Surat untuk Mas Angga

152 6 1
                                    

Halo Mas, apa kabar?

Ah, harusnya saya tidak perlu bertanya 'apa kabar'. Saya tahu Mas pasti baik-baik saja.

Mas Angga, siang ini saya teringat suasana pulang sekolah hari itu. Semangkuk kacang hijau dan ketan hitam di warung tenda depan sekolah mengawali perkenalan kita. Siang itu Tante Anne menawarkan saya untuk ikut makan. Kita duduk bersebelahan dan mulai tertawa karena hal yang tidak lazim—tidak ada anak lain yang menganggapnya lucu seperti kita.

Mas Angga, pertemanan kita dibangun dari begitu banyak perbedaan; Mas berkulit putih pucat sementara saya segelap sawo matang. Mas bermata sipit sedangkan mata saya terbelalak kelelahan karena banyaknya waktu yang saya habiskan di jalanan. Tubuh Mas berisi dan gempal, sementara saya kurus. Cukup satu saja kesamaan yang membuat kita demikian akrab dalam waktu singkat: kita tidak punya teman.

Mas Angga, bel pulang sekolah selalu jadi suara yang saya nantikan, karena itu berarti saya bisa bertemu dengan Mas Angga lagi di warung depan sekolah. Kita sama-sama menikmati Awan Putih yang berarak di atas kepala kita, "itu namanya kumulonimbus..." Mas menjelaskan sebelum Tante Anne kembali menyuruh kita berteduh dari teriknya matahari. Saya masih ingat senyum di mata Mas Angga waktu kita terpingkal memperagakan "El Kabong! El Kazing!", dan itu menjadi sandi yang hanya kita yang bisa mengerti.

"Mas Angga, kenapa tidak ikut main bola?" tanyaku dengan lugu sambil melahap sesendok ketan hitam. Saya ingat Mas Angga hanya diam, dan Tante Anne membuang muka berusaha menyembunyikan air mata yang dengan pelan mulai deras menyapu pipinya.

Mas Angga, siang itu sepulang sekolah saya keluar kelas dengan penuh semangat menuju warung ketan hitam sambil berteriak "El Kabong! El Kazing!" sepanjang koridor, berharap Mas Angga bisa mendengar dari dalam kelas, tapi tidak ada balasan. Hanya di depan sekolah, saya melihat Tante Anne memapah Mas Angga masuk ke dalam mobil dengan pelan. Mas Angga hanya berbalik dan memberi senyum pucat yang singkat, sebelum mobil akhirnya berjalan pergi.

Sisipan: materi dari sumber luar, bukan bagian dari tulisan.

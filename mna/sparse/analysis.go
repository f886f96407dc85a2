package sparse

import (
	"fmt"
	"slices"
)

// Analysis is what the pattern alone decides: a row for every column, and the order of elimination.
// It is immutable and shared by any number of factorisations.
type Analysis struct {
	pattern *Pattern
	rowOf   []int32 // rowOf[j] is the row matched to column j: the preferred pivot
	order   []int32 // order[k] is the column eliminated k-th
	// The order runs through diagonal blocks; entries outside them stand above. Block i has the positions blocks[i] to blocks[i+1]-1.
	blocks   []int32
	block    []int32 // of each column
	rowBlock []int32 // of each row: that of the column it is matched to
}

// StructuralError says that no values can make the matrix regular: some rows and columns cannot be matched.
type StructuralError struct {
	Rows    []int // rows without a column of their own
	Columns []int // columns without a row of their own
}

func (e *StructuralError) Error() string {
	return fmt.Sprintf("sparse: the matrix is structurally singular: rows %v and columns %v cannot be matched", e.Rows, e.Columns)
}

// Analyse matches rows to columns and orders the columns to keep the factors sparse.
// A pattern without a complete match is a *StructuralError.
func Analyse(p *Pattern) (*Analysis, error) {
	a := &Analysis{pattern: p}
	m := newMatching(p)
	if err := m.complete(); err != nil {
		return nil, err
	}
	a.rowOf = m.rowOf
	a.split(m.columnOf)
	return a, nil
}

// split finds the diagonal blocks and orders the columns within each.
func (a *Analysis) split(columnOf []int32) {
	p := a.pattern
	members, start := components(p, columnOf)
	a.block, a.rowBlock = make([]int32, p.n), make([]int32, p.n)
	for i := range len(start) - 1 {
		for _, j := range members[start[i]:start[i+1]] {
			a.block[j] = int32(i)
		}
	}
	for row, j := range columnOf {
		a.rowBlock[row] = a.block[j]
	}
	a.blocks = start
	if len(start) == 2 {
		a.order = minimumDegree(p, columnOf)
		return
	}
	a.order = make([]int32, 0, p.n)
	within := &within{a: a, columnOf: columnOf, local: make([]int32, p.n)}
	for i := range len(start) - 1 {
		group := members[start[i]:start[i+1]]
		slices.Sort(group) // ties are broken as in the whole pattern
		a.order = append(a.order, within.order(group)...)
	}
}

// within orders the columns of single blocks.
type within struct {
	a        *Analysis
	columnOf []int32
	local    []int32 // of each column of the block: its number there
}

func (w *within) order(members []int32) []int32 {
	if len(members) == 1 {
		return members
	}
	for k, j := range members {
		w.local[j] = int32(k)
	}
	p := w.a.pattern
	block := &Pattern{n: len(members), colStart: make([]int32, len(members)+1)}
	identity := make([]int32, len(members))
	for k, j := range members {
		identity[k] = int32(k)
		for e := p.colStart[j]; e < p.colStart[j+1]; e++ {
			if row := p.row[e]; w.a.rowBlock[row] == w.a.block[j] {
				block.row = append(block.row, w.local[w.columnOf[row]])
			}
		}
		block.colStart[k+1] = int32(len(block.row))
	}
	order := minimumDegree(block, identity)
	for k, j := range order {
		order[k] = members[j]
	}
	return order
}

// matching is a maximum transversal: Duff, On algorithms for obtaining a maximum transversal, ACM Trans. Math.
// Softw. 7, 1981, 315-330. Diagonal entries are taken first, so that a pattern with a full diagonal keeps it.
type matching struct {
	p        *Pattern
	rowOf    []int32 // of each column, -1 if none
	columnOf []int32 // of each row, -1 if none
	cheap    []int32 // of each column: entries before it are known to be taken
	visited  []int32 // of each column: the search that came by
}

func newMatching(p *Pattern) *matching {
	m := &matching{p: p, rowOf: filled(p.n, -1), columnOf: filled(p.n, -1), cheap: make([]int32, p.n), visited: filled(p.n, -1)}
	copy(m.cheap, p.colStart)
	for j := range int32(p.n) {
		for k := p.colStart[j]; k < p.colStart[j+1]; k++ {
			if p.row[k] == j {
				m.rowOf[j], m.columnOf[j] = j, j
				break
			}
		}
	}
	return m
}

func filled(n int, v int32) []int32 {
	s := make([]int32, n)
	for i := range s {
		s[i] = v
	}
	return s
}

// complete gives every column a row, or says which are left.
func (m *matching) complete() error {
	e := &StructuralError{}
	for j := range int32(m.p.n) {
		if m.rowOf[j] < 0 && !m.augment(j) {
			e.Columns = append(e.Columns, int(j))
		}
	}
	for i, j := range m.columnOf {
		if j < 0 {
			e.Rows = append(e.Rows, i)
		}
	}
	if len(e.Columns) > 0 {
		return e
	}
	return nil
}

// augment looks for an alternating path from column start to a free row, depth first without recursion.
func (m *matching) augment(start int32) bool {
	type frame struct{ column, next int32 }
	stack := []frame{{start, m.p.colStart[start]}}
	m.visited[start] = start
	for len(stack) > 0 {
		top := &stack[len(stack)-1]
		j := top.column
		if row, ok := m.freeRow(j); ok {
			for k := len(stack) - 1; k >= 0; k-- {
				column := stack[k].column
				row, m.rowOf[column], m.columnOf[row] = m.rowOf[column], row, column
			}
			return true
		}
		advanced := false
		for ; top.next < m.p.colStart[j+1]; top.next++ {
			other := m.columnOf[m.p.row[top.next]]
			if m.visited[other] != start {
				m.visited[other] = start
				top.next++
				stack = append(stack, frame{other, m.p.colStart[other]})
				advanced = true
				break
			}
		}
		if !advanced {
			stack = stack[:len(stack)-1]
		}
	}
	return false
}

func (m *matching) freeRow(j int32) (int32, bool) {
	for ; m.cheap[j] < m.p.colStart[j+1]; m.cheap[j]++ {
		if row := m.p.row[m.cheap[j]]; m.columnOf[row] < 0 {
			return row, true
		}
	}
	return 0, false
}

Itu mungkin kali terakhir saya bertemu dengan Mas.

Sampai suatu hari ketika saya sudah SMP, Mama menerima kabar duka. Lubang yang ada sejak lahir di jantung Mas Angga sudah tidak lagi berbelaskasihan.

Mas Angga, banyak yang berubah di dunia ini semenjak Mas Angga pergi. kami punya Facebook, itu semacam mading milik pribadi, yang ditaruh di internet. Ah internet, merubah banyak hal. Seandainya hari itu internet sudah semarak sekarang, puluhan selfie akan tersimpan dan saya masih bisa melihat dan mengingat kembali wajah Mas Angga—bukan dengan kenangan kabur yang tersisa seperti yang saya gunakan sekarang.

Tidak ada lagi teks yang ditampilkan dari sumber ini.